*Problem:*
The answer must consist of every line in the records that contains the word "edit".

*Dataset records:*
func TestDesignFieldErrors(t *testing.T) {
	amp := func(extra string) func(string) string { return rep("gbw: 1MHz}", "gbw: 1MHz, "+extra+"}") }
	r2 := func(extra string) func(string) string { return rep("tcr: 25ppm/K}", "tcr: 25ppm/K, "+extra+"}") }
	const neg = "must not be negative: a datasheet maximum is a magnitude; write "
	cases := []struct {
		name   string
		src    string
		edit   func(string) string
		field  string // the exact field path of the one error
		advice string // a fragment of its message
	}{
		// A negative maximum would cancel terms that add in the budget.
		{"negative vos", inlineDesign, amp("vos: -100uV"), "amplifier.vos", `"-100uV" ` + neg + "100uV"},
		{"negative vos drift", inlineDesign, amp("vos_drift: -1uV/K"), "amplifier.vos_drift", neg + "1uV/K"},
		{"negative ib", inlineDesign, amp("ib: -1nA"), "amplifier.ib", neg + "1nA"},
		{"negative ios", inlineDesign, amp("ios: -0.5nA"), "amplifier.ios", neg + "0.5nA"},
		{"negative noise", inlineDesign, amp("noise: -10nV/rtHz"), "amplifier.noise", "cannot be negative"},
		{"negative current noise", inlineDesign, amp("current_noise: -1pA/rtHz"), "amplifier.current_noise", "cannot be negative"},
		{"negative supply maximum", inlineDesign, amp("supply_max: -36V"), "amplifier.supply_max", "must not be negative: a rating is a magnitude; write 36V"},
		{"negative gbw", inlineDesign, rep("gbw: 1MHz", "gbw: -1MHz"), "amplifier.gbw", "a frequency cannot be negative"},
		{"zero gbw", inlineDesign, rep("gbw: 1MHz", "gbw: 0Hz"), "amplifier.gbw", `"0Hz" must be positive; give the gain-bandwidth product`},
		{"negative cmrr", inlineDesign, amp("cmrr: -10dB"), "amplifier.cmrr", `"-10dB" must be above 0 dB: CMRR is the datasheet's minimum rejection, a magnitude; write 10dB`},
		{"zero cmrr", inlineDesign, amp("cmrr: 0dB"), "amplifier.cmrr", "must be above 0 dB: CMRR is the datasheet's minimum rejection, a magnitude; write e.g. 90dB"},
		{"negative aol", inlineDesign, rep("aol: 120dB", "aol: -1000"), "amplifier.aol", `"-1000" must be above 0 dB (1 V/V): the open-loop gain is the datasheet's minimum, a magnitude; write 1000`},
		{"zero aol", inlineDesign, rep("aol: 120dB", "aol: 0"), "amplifier.aol", "must be above 0 dB (1 V/V)"},
		{"aol of 0 dB", inlineDesign, rep("aol: 120dB", "aol: 0dB"), "amplifier.aol", "write e.g. 120dB"},
		{"negative aol in dB", inlineDesign, rep("aol: 120dB", "aol: -20dB"), "amplifier.aol", "cannot be below 0 dB"},
		{"negative matched gain error", matchedDesign, rep("gain_error: 0.02%", "gain_error: -0.02%"), "amplifier.gain_error", neg + "0.02%"},
		{"negative matched gain drift", matchedDesign, rep("gain_drift: 1ppm/K", "gain_drift: -1ppm/K"), "amplifier.gain_drift", neg + "1ppm/K"},
		{"negative matched cmrr", matchedDesign, rep("cmrr: 90dB", "cmrr: -90dB"), "amplifier.cmrr", "write 90dB"},
		{"negative internal resistance", matchedDesign, rep("cmrr: 90dB", "cmrr: 90dB, internal_resistance: -10k"), "amplifier.internal_resistance", "cannot be negative"},
		{"negative tolerance", inlineDesign, rep("tolerance: 0.1%", "tolerance: -0.1%"), "positions.R2.tolerance", neg + "0.1%"},
		{"tolerance too wide", inlineDesign, rep("tolerance: 0.1%", "tolerance: 60%"), "positions.R2.tolerance", `"60%" is not a usable tolerance; give one below 50 %`},
		{"negative tcr", inlineDesign, rep("tcr: 25ppm/K", "tcr: -25ppm/K"), "positions.R2.tcr", `"-25ppm/K" ` + neg + "25ppm/K"},
		// U+2212 is the minus sign catalog/units reads as one.
		{"negative tcr with a minus sign", inlineDesign, rep("tcr: 25ppm/K", "tcr: \u221225ppm/K"), "positions.R2.tcr", neg + "25ppm/K"},
		{"negative tcr in a pair", inlineDesign, rep("tcr: 100ppm/K", "tcr: -100ppm/K"), "positions.R4.series[0].tcr", neg + "100ppm/K"},
		{"negative load life", inlineDesign, r2("load_life: -0.1%"), "positions.R2.load_life", neg + "0.1%"},
		{"negative voltage rating", inlineDesign, r2("max_voltage: -75V"), "positions.R2.max_voltage", "must not be negative: a rating is a magnitude; write 75V"},
		{"negative power rating", inlineDesign, r2("power: -0.1W"), "positions.R2.power", "cannot be negative"},
		{"negative thermal resistance", inlineDesign, r2("thermal_resistance: -250K/W"), "positions.R2.thermal_resistance", "cannot be negative"},
		// One bad field, one error.
		{"bad value", inlineDesign, rep("value: 10k", "value: 10x"), "positions.R2.value", "is not a resistance"},
		{"zero value", inlineDesign, rep("value: 10k", "value: 0"), "positions.R2.value", `"0" must be positive; give the resistance`},
		{"bad aol", inlineDesign, rep("aol: 120dB", "aol: lots"), "amplifier.aol", "is not an open-loop gain"},
		{"bad gbw", inlineDesign, rep("gbw: 1MHz", "gbw: fast"), "amplifier.gbw", "is not a frequency"},
		{"bad family of a divider", baseDesign, func(s string) string {
			return rep("amplifier: {part: TEST-AMP}\n", "")(rep("family: difference", "family: dividr")(s))
		}, "family", `"dividr" is not a family`},
		{"bad family of a matched amplifier", matchedDesign, rep("family: matched", "family: matchd"), "family", `"matchd" is not a family`},
		// YAML type errors, placed at their field.
		{"bool not true or false", baseDesign, add("options: {buffer: maybe}\n"), "options.buffer", `"maybe" is not a yes-or-no value; write true or false`},
		{"element not a number", baseDesign, rep("element: 1", "element: one"), "positions.R3.element", `"one" is not a whole number; write it in digits`},
		{"part number for a position's group", baseDesign, rep("R1: {part: TEST-R-10K}", "R1: TEST-R-10K"), "positions.R1",
			"e.g. {part: TEST-R-10K}"},
		{"part number for the amplifier", baseDesign, rep("amplifier: {part: TEST-AMP}", "amplifier: TEST-AMP"), "amplifier", "e.g. {part: TEST-AMP}"},
		{"scalar for positions", baseDesign, func(string) string { return "family: inverting\npositions: R1\namplifier: {part: TEST-AMP}\n" }, "positions",
			"one entry per resistor position belongs"},
		{"mapping for a pair", inlineDesign, rep("    series:\n      - {value: 3.9k, tolerance: 1%, tcr: 100ppm/K}\n      - {part: TEST-R-10K}", "    series: {part: TEST-R-10K}"),
			"positions.R4.series", "is given where a list belongs"},
		{"unknown field of a position", baseDesign, rep("R1: {part: TEST-R-10K}", "R1: {part: TEST-R-10K, colour: red}"), "positions.R1.colour",
			"the fields here are part, network, element, value, tolerance, tcr, power, max_voltage, thermal_resistance, load_life, ratio_tolerance, tcr_tracking, series, parallel"},
		{"unknown field of a pair element", inlineDesign, rep("{part: TEST-R-10K}\namplifier", "{part: TEST-R-10K, tcr_max: 5ppm/K}\namplifier"), "positions.R4.series[1].tcr_max",
			"is not a known field"},
	}
	for _, c := range cases {
		t.Run(c.name, func(t *testing.T) {
			_, err := ParseDesign([]byte(c.edit(c.src)), "d.yaml")
			checkOneFieldError(t, err, "d.yaml", c.field, c.advice)
		})
	}
}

*Solution to the exercise:*
		edit   func(string) string
			_, err := ParseDesign([]byte(c.edit(c.src)), "d.yaml")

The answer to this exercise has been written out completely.